Jensen remembers the story she told them about a friend who was a star-fucker with a very rich husband who would buy her whatever she wanted every time she cheated in the hopes of convincing her to stay. Jensen isn't sure this girl is her, but even if he felt like taking a woman home tonight, it wouldn't be worth the risk. Husbands, unless they want to join in the fun, have a tendency to complicate things. Jensen does his best to avoid complicated.

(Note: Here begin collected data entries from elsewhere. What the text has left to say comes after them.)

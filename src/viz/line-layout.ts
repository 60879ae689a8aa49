import type { PlotRect } from './PlotAxes';
import type { Box } from './use-box';

export interface LineRects {
  main: PlotRect;
  /** Strip of residuals under the plot, sharing its axis. */
  strip: PlotRect | null;
}

/** Margins in text sizes; the left one is that of the maps, so that plots above each other line up. */
const MARGIN = { left: 5.6, right: 2.4, top: 0.6, bottom: 3.4 };
const STRIP = { height: 3.4, gap: 0.7 };

export function computeLineRects({ width, height, em }: Box, withStrip: boolean): LineRects {
  const left = Math.round(MARGIN.left * em);
  const top = Math.round(MARGIN.top * em);
  const plotWidth = Math.max(1, Math.floor(width - left - MARGIN.right * em));
  const inner = Math.max(1, Math.floor(height - top - MARGIN.bottom * em));
  const stripHeight = withStrip ? Math.min(Math.round(STRIP.height * em), Math.floor(inner / 3)) : 0;
  const gap = withStrip ? Math.round(STRIP.gap * em) : 0;
  const main = { left, top, width: plotWidth, height: Math.max(1, inner - stripHeight - gap) };
  if (!withStrip) return { main, strip: null };
  return { main, strip: { left, top: main.top + main.height + gap, width: plotWidth, height: stripHeight } };
}
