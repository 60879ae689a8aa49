const MINUS = '\u2212';
const THIN_SPACE = '\u2009';

/** Decimals that tell ticks `step` apart: 0.25 -> 2, 5 -> 0. */
function decimalsFor(step: number): number {
  if (!(step > 0) || !Number.isFinite(step)) return 0;
  let decimals = Math.max(0, -Math.floor(Math.log10(step) + 1e-9));
  // 0.25 needs one place more than its leading digit says.
  while (decimals < 12 && Math.abs(step * 10 ** decimals - Math.round(step * 10 ** decimals)) > 1e-6)
    decimals++;
  return decimals;
}

function group(text: string): string {
  const [whole = '', fraction] = text.split('.');
  const grouped = whole.replace('-', '').length < 5 ? whole : whole.replace(/\B(?=(\d{3})+$)/g, THIN_SPACE);
  return (fraction === undefined ? grouped : `${grouped}.${fraction}`).replace('-', MINUS);
}

function positionDigits(value: number, step: number): string {
  const places = decimalsFor(Number((Math.abs(step) || 1).toPrecision(3)));
  return value.toFixed(Math.min(12, places));
}

/** The number `formatPosition` writes, for what is read by machines. */
export function roundPosition(value: number, step: number): number {
  // Plus zero: there is no negative zero to read.
  return Number(positionDigits(value, step)) + 0;
}

/** A position to the places of its bin's first three digits, so that the read-out promises no more than the binning. */
export function formatPosition(value: number, step: number): string {
  const text = positionDigits(value, step);
  return group(Number(text) === 0 ? text.replace('-', '') : text);
}

/** Tick labels of one axis, all with the same number of places; powers of ten beyond what is readable. */
export function tickFormatter(ticks: readonly number[]): (value: number) => string {
  const step = ticks.length > 1 ? Math.abs(ticks[1]! - ticks[0]!) : Math.abs(ticks[0] ?? 1);
  const largest = Math.max(0, ...ticks.map(Math.abs));
  if (largest >= 1e7 || (largest > 0 && largest < 1e-3)) {
    return (value) => (value === 0 ? '0' : shortPower(value));
  }
  const decimals = decimalsFor(step);
  return (value) => group(value.toFixed(decimals));
}

function shortPower(value: number): string {
  const [mantissa = '', exponent = ''] = value.toExponential(2).split('e');
  const trimmed = mantissa.includes('.') ? mantissa.replace(/\.?0+$/, '') : mantissa;
  return `${trimmed}e${exponent.replace('+', '')}`.replaceAll('-', MINUS);
}

/** For amounts: 12k, 3.5M. `step` keeps neighbours apart. */
export function formatAmount(value: number, step: number): string {
  const size = Math.abs(value);
  if (size >= 1e6) return `${group((value / 1e6).toFixed(decimalsFor(step / 1e6)))}M`;
  if (size >= 1e4) return `${group((value / 1e3).toFixed(decimalsFor(step / 1e3)))}k`;
  if (size !== 0 && (size < 1e-3 || step < 1e-4)) return shortPower(value);
  return group(value.toFixed(decimalsFor(step)));
}

/** Decades that fall inside a span, for logarithmic axes. */
export function decades(lo: number, hi: number): number[] {
  const first = Math.ceil(Math.log10(lo) - 1e-9);
  const last = Math.floor(Math.log10(hi) + 1e-9);
  return Array.from({ length: Math.max(0, last - first + 1) }, (_, i) => 10 ** (first + i));
}

/** Decade labels: plain between 0.001 and 1000, powers beyond. */
export function formatDecade(value: number): string {
  const exponent = Math.round(Math.log10(value));
  if (exponent >= -4 && exponent <= 4) return value.toFixed(Math.max(0, -exponent));
  return `1e${exponent}`.replace('-', MINUS);
}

In the corner farthest from the bar Jared and Jensen spot an empty sofa paired with an almost-normal sized table, and they claim it before someone else can. That seems to start a veritable flood of good fortune. The Evil garage band wraps and are replaced by bland but inoffensive piped top-forty music while the next band sets up. It's loud enough to mellow out the din of the hundred or so people in the crowd, but not so loud that he and Jared can't talk. The band setting up is comprised of three really hot guys and a fearsomely gorgeous woman in a silk Chinese-patterned dress and platform boots. She wouldn't even have to go on tip-toe to kiss Jared. On the forehead, possibly. Jared's watching her with a mixture of terror and lust, which is hilarious.
Even better, when they start playing they're actually really good. The woman has a throaty voice with a hell of a range, and plays a mean bass, and the two guitar players keep shooting each other looks that say if there weren't quite so many people here they'd be ripping each other's clothes off. Jensen kind of wishes they'd say fuck the audience and do it anyway.
After the first song there's a chorus of whooping, stamping, and cheering from up near the front; clearly the band has friends in the house. Jensen's just settling back to listen to the next song—a Joan Jett cover—when he suddenly has a lap full of screaming, bouncing Mrs. Padalecki.
"What the hell?" he says, but Sandy just flaps her hands and Jared just looks at him like he has no fucking clue.
"Sandy?" he tries.
"You'll totally introduce me, right?" She flings her arms around Jensen's neck in a hug, cutting off his air for a second, and then flops sideways so her head is on Jared's shoulder and she can gaze up at Jensen pleadingly.
"To who?" As far as he knows, Jensen doesn't know anyone here but Jared and Sandy, and they hardly need introductions.
"To Adam Lambert," she says like it should be the most obvious thing in the world.
Jensen feels his face heat up, and has a brief moment where he worries about the fact that his best friend's wife is squirming in his lap, but he gets himself chill with no untoward incidents.
"Jared told me you know him now," Sandy continues. She didn't have to put quite that much emphasis on know.
Jensen looks at Jared and Jared shrugs. It's not like Jensen didn't know that would happen, but still.
"I take it he's here?" Jared asks, clearly amused.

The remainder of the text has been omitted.